Dark Days: The Casting tells three parallel stories, continuing from Dark Days: The Forge. Batman pursues nth metal in a quixotic quest to investigate the mysteries of dark matter, while Hal (Green Lantern) Jordan and Duke Thomas deal with Joker beneath the Batcave. Meanwhile, journal entries from Carter (Hawkman) Hall are interspersed, providing exposition and oblique parallels to the other two stories.

This comic, more than anything else, is in love with the DC Universe. It’s a peculiar mix of Lovecraftian dread and cheerful, Silver Age ebullience at the vastness and diversity of the comic universe that shouldn’t work, but does. There are references galore to minutiae of the DCU both familiar and obscure.

At times it can feel like name-dropping, but for the most part it serves to do what continuity in comics does at its best: It makes the story feel greater than the sum of its parts, like a bright thread in an ancient tapestry. It adds texture and richness to an already intriguing tale.

For all that Dark Days: The Casting looks backwards, though, it isn’t really an act of nostalgia. It reintroduces long-dormant characters and plot devices while putting new twists on the familiar. It moves the universe forward, rather than wallowing in the past. Instead of rotely reproducing the comics the creators fell in love with, it recreates the feeling of excitement that those comics inspired by laying the groundworks for something fresh and new and vital.

Without spoiling anything, there’s a small tweak to one of the basic elements of DC lore that is breathtaking in its audacity and promises that this is an event that will expand and change the universe, rather than offering some mild entertainment then returning everything to a neat status quo.
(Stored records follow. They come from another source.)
export type TokenKind = "num" | "word" | "punct" | "other";

export interface Token {
  kind: TokenKind;
  /** Words upper-cased; numbers without thousands separators. */
  text: string;
  start: number;
  end: number;
  /** Whitespace comes before this token. */
  gap: boolean;
  /** Numbers only; NaN for other tokens. */
  value: number;
  /** Numbers written with digits only (no decimal point, no thousands separator). */
  plain: boolean;
}

export const isDigit = (c: number): boolean => c >= 48 && c <= 57;
export const isLetter = (c: number): boolean => (c >= 65 && c <= 90) || (c >= 97 && c <= 122);
export const isSpace = (c: number): boolean => c <= 32 || c === 0xa0 || c === 0x3000 || (c >= 0x2000 && c <= 0x200b);
export const MULTIPLICATION_SIGN = 0xd7;
const isDash = (c: number): boolean => (c >= 0x2010 && c <= 0x2015) || c === 0x2212;

/**
 * Texts of short words and numbers, made once: most tokens are one of these, and a shared string is
 * not allocated again and keeps its hash for the look-ups that follow.
 */
const LETTERS = 26;
/** The same texts as property names return them, which the engine keeps once each and compares by reference. */
function internalized(texts: readonly string[]): string[] {
  return Object.keys(Object.fromEntries(texts.map((text) => [text, true])));
}
const SHORT_WORDS: readonly string[] = internalized(
  Array.from({ length: LETTERS + LETTERS * LETTERS }, (_, k) =>
    k < LETTERS ? String.fromCharCode(65 + k) : String.fromCharCode(65 + Math.floor((k - LETTERS) / LETTERS), 65 + ((k - LETTERS) % LETTERS)),
  ),
);
const NUMBER_TEXT_LIMIT = 10_000;
const NUMBER_TEXTS: (string | undefined)[] = new Array<string | undefined>(NUMBER_TEXT_LIMIT).fill(undefined);

const upperLetterIndex = (c: number): number => (c >= 97 ? c - 97 : c - 65);

/** Upper-cased text of the letter run [start, end). */
function wordText(input: string, start: number, end: number, lower: boolean): string {
  const length = end - start;
  if (length === 1) return SHORT_WORDS[upperLetterIndex(input.charCodeAt(start))] as string;
  if (length === 2) return SHORT_WORDS[LETTERS + upperLetterIndex(input.charCodeAt(start)) * LETTERS + upperLetterIndex(input.charCodeAt(start + 1))] as string;
  return lower ? input.slice(start, end).toUpperCase() : input.slice(start, end);
}

/** Upper-cased text of a run of one or two ASCII letters [start, end), shared. */
export const shortWord = (input: string, start: number, end: number): string => wordText(input, start, end, true);

/** Text of the digits [start, end) with value `value`; shared when it has no leading zero. */
function digitsText(input: string, start: number, end: number, value: number): string {
  if (value >= NUMBER_TEXT_LIMIT || (end - start > 1 && input.charCodeAt(start) === 48)) return input.slice(start, end);
  let text = NUMBER_TEXTS[value];
  if (text === undefined) NUMBER_TEXTS[value] = text = input.slice(start, end);
  return text;
}

export function digitsEnd(input: string, i: number): number {
  while (i < input.length && isDigit(input.charCodeAt(i))) i++;
  return i;
}

/** Splits text from `from` on into numbers, ASCII letter runs, single punctuation marks and runs of anything else. */
export function tokenize(input: string, from = 0): Token[] {
  const tokens: Token[] = [];
  const n = input.length;
  let gap = false;
  let i = from;
  while (i < n) {
    const c = input.charCodeAt(i);
    if (isSpace(c)) {
      gap = true;
      i++;
      continue;
    }
    const start = i;
    let kind: TokenKind;
    let text: string;
    let value = Number.NaN;
    let plain = false;
    if (isDigit(c)) {
      kind = "num";
      value = 0;
      for (; i < n && isDigit(input.charCodeAt(i)); i++) value = value * 10 + input.charCodeAt(i) - 48;
      plain = true;
      text = digitsText(input, start, i, value);
      // Reading past the end is slow: the character after a number is looked at only inside the text.
      const after = i < n ? input.charCodeAt(i) : 0;
      if (after === 46 && isDigit(input.charCodeAt(i + 1))) {
        i = digitsEnd(input, i + 1);
        text = input.slice(start, i);
        plain = false;
        value = Number(text);
      } else if (after === 44) {
        // Thousands separators: "2,998" but not "205,55".
        while (input.charCodeAt(i) === 44 && digitsEnd(input, i + 1) === i + 4) {
          text += input.slice(i + 1, i + 4);
          i += 4;
          plain = false;
        }
        value = Number(text);
      }
    } else if (isLetter(c)) {
      kind = "word";
      let lower = false;
      for (; i < n; i++) {
        const d = input.charCodeAt(i);
        if (!isLetter(d)) break;
        lower ||= d >= 97;
      }
      text = wordText(input, start, i, lower);
    } else if (c === MULTIPLICATION_SIGN) {
      kind = "word";
      text = "X";
      i++;
    } else if (c < 128 || isDash(c)) {
      kind = "punct";
      text = c < 128 ? input[i] ?? "" : "-";
      i++;
    } else {
      kind = "other";
      while (i < n) {
        const d = input.charCodeAt(i);
        if (d < 128 || isSpace(d) || isDash(d) || d === MULTIPLICATION_SIGN) break;
        i++;
      }
      text = input.slice(start, i);
    }
    tokens.push({ kind, text, start, end: i, gap, value, plain });
    gap = false;
  }
  return tokens;
}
It is also a dense comic. It’s thirty story pages, longer than average, and so packed with tiny details and parallels that you can read it four or five times and still notice something new each time. It’s a comic meant to be pored over, dissected, discussed, and returned to.

It’s also a prelude. This comic, and The Forge before it, are designed to set up DC’s forthcoming Dark Nights: Metal event. Dark Days: The Casting does a more than adequate job both of setting up the premise of Metal and building excitement for it.

The art is excellent. Multiple pencillers worked on this comic and, while different styles are in evidence, the contrasts are never jarring enough to be distracting. The art is, by turns, sharply detailed and simple and storybook-like; grotesque and surreal and awe-inspiring and terrifying.

The color work is solid throughout, with fairly standard realistic-type coloring in the Batman and Duke-and-Hal sections and slightly more simple and bright coloring in the Hawk segments, each well-suited to the stories’ respective tenors.

Dark Days: The Casting is a bombastic, effervescent introduction to the Metal event. It is deeply ensconced in continuity but, rather than presenting these connections as a barrier to be surmounted, it offers them as an opportunity to explore and come to love this universe as much as the creators do. It entices and offers the promise of exciting stories to come.